Günümüzde diyabet sıklığı ve yarattığı sorunlar nedeniyle tüm dünyada önemi gittikçe artan bir sağlık sorunu olduğunu vurgulayan Kemik, "Yaşam tarzındaki hızlı değişim ile birlikte gelişmiş ve gelişmekte olan toplumların tümünde özellikle tip 2 diyabet sıklığı hızla yükselmektedir. 2013 yılı itibari ile dünyadaki diyabetli hasta sayısı 382 milyon iken bu sayının 2035 yılında yüzde 55 oranında artarak 592 milyona ulaşacağı öngörülmektedir. Bu sayının artmasında en büyük etkenler şişmanlık, kötü beslenme, hareketsizlik ve genetik eğilimdir. Hastalığın erken teşhis edilmesi ve tedaviye başlanması önem taşımaktadır. Hastalığı önlemek ve gelişmesini ortadan kaldırmak için sağlıklı beslenmeyi bilmek ve hareketi artırmak gerekmektedir. Diyabetin en sık rastlanan belirtileri, ok fazla su içilmesi ve sürekli içme isteği, iştahın açılması ve fazla yemek yeme, çok sık idrara çıkmak ve geceleri bunun için sık sık uyanmak, ciltte kuruma, sürekli halsizlik ve yorgunluk, çabuk yorulmak, yaraların geç iyileşmesi ve bazen bulanık görmedir" ifadelerin kullandı.

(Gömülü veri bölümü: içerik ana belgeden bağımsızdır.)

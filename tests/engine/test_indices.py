"""Plasticity, liquidity and consistency indices and activity, from the reported limits."""

from __future__ import annotations

import pytest
from hypothesis import given, settings
from hypothesis import strategies as st

from server.engine.indices import (
    activity,
    consistency_index,
    is_nonplastic,
    liquidity_index,
    plasticity_index,
    reported_limit,
)
from server.engine.rounding import round_half_up


def test_plasticity_index_comes_from_the_reported_whole_number_limits() -> None:
    # REFERENCES.md: PI is computed from the reported (whole-number) LL and PL; Das LL 39.67 -> 40,
    # Liu & Evett PL 21.2 -> 21, PI 19.
    assert plasticity_index(39.67, 21.22) == 19.0


def test_limits_round_half_up() -> None:
    # Round half up, as laboratories round (rounding.py, common practice).
    assert (reported_limit(32.5), reported_limit(33.5), reported_limit(32.49)) == (33.0, 34.0, 32.0)


def test_liquidity_and_consistency_index_use_the_reported_limits() -> None:
    # LI = (w - PL)/PI, CI = (LL - w)/PI (definitions, REFERENCES.md); LL 40, PL 21, w 35.2.
    assert liquidity_index(35.2, 39.67, 21.22) == pytest.approx((35.2 - 21) / 19)
    assert consistency_index(35.2, 39.67, 21.22) == pytest.approx((40 - 35.2) / 19)


def test_activity_is_plasticity_index_over_clay_fraction() -> None:
    # Skempton (1953): A = PI / (% finer than 2 um); PI 28, 31 % clay -> 0.903.
    assert activity(28.0, 31.0) == pytest.approx(0.9032, abs=1e-4)


@pytest.mark.parametrize(
    ("ll", "pl", "np_"), [(30.0, 30.0, True), (30.0, 31.0, True), (30.4, 29.6, True), (30.6, 29.4, False)]
)
def test_soil_is_nonplastic_when_the_plastic_limit_is_not_below_the_liquid_limit(
    ll: float, pl: float, np_: bool
) -> None:
    # ASTM D4318: NP when PL >= LL (confirmed), compared on the reported whole numbers.
    assert is_nonplastic(ll, pl) is np_


@settings(database=None)
@given(w=st.floats(0.0, 300.0), pl=st.floats(5.0, 100.0), pi=st.integers(1, 150))
def test_liquidity_and_consistency_index_add_up_to_one(w: float, pl: float, pi: int) -> None:
    # CI = 1 - LI (definitions, REFERENCES.md: CI = (LL - w)/PI = 1 - LI).
    ll = reported_limit(pl) + pi
    assert liquidity_index(w, ll, pl) + consistency_index(w, ll, pl) == pytest.approx(1.0, abs=1e-9)


@settings(database=None)
@given(value=st.one_of(st.floats(0.0, 500.0), st.integers(0, 1000).map(lambda n: n / 2)))
def test_reported_limit_rounds_exactly_as_round_half_up(value: float) -> None:
    # The short path of reported_limit must agree with rounding.round_half_up (common practice: half up).
    assert reported_limit(value) == round_half_up(value, 0)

BESLENME KONUSUNDA DİKKAT EDİLECEKLER

Diyabette 4 temel unsurun önemli olduğunun altını çizen Kemik, "Bunlar eğitim, diyet tedavisi, egzersiz ve ilaçtır. İdeal vücut ağırlığına ulaşılmalı ve o kiloda kalınmalıdır. Azar azar sık sık, yemek yenilmeli ve öğün atlanmamalıdır. Öğün araları 2.5-3 saat kadar olmalıdır. Hep aynı saatlerde beslenmeye özen gösterilmelidir. Şeker ve şeker içeren tüm besinler tüketilmemelidir. Kompleks karbonhidratlara öncelik verilmelidir. Tek başına meyve tüketilmemeli, yanında mutlaka protein içeren bir besin bulunmalıdır. Süt, yoğurt ve peynirler yarım yağlı, hatta yağsız olanları tercih edilmelidir. Kırmızı et yerine, beyaz et tercih edilmelidir. Ancak beyaz et de olsa aşırıya kaçılmamalıdır. Etlerin görünen yağları, tavuk ve hindinin derisi tüketilmemelidir. Et içeren yemeklere ilave olarak yağ eklenmemelidir. Sebze yemekleri az su ile pişirilmeli, yemeklerin yağlı suları tüketilmemelidir. Kızartma, kavurma işlemleri yerine, haşlama, ızgara, buğulama ve fırında pişirme yöntemleri tercih edilmelidir. Yumurta farklı günlerde olmak koşulu ile haftada en çok 2-3 defa tüketilebilinir. Kıymalı, pastırmalı, sucuklu veya tereyağlı olarak pişirmek yerine; haşlama, katı, menemen veya çılbır şeklinde pişirme yöntemleri tercih edilmelidir. Doymuş yağ içeren margarin ve tereyağından uzak durulmalı, doymamış yağ içeren bitkisel sıvıyağlar tercih edilmelidir. Zeytinyağı ve diğer bitkisel sıvı yağlar kombine bir şekilde kullanılmalıdır. Sofraya tuzluk getirilmemeli, yemeklerin tadına bakmadan tuz eklenmemelidir. Alkol kullanılmamalıdır. Diyete ilave olarak mutlaka egzersiz yapılmalıdır" şeklinde konuştu.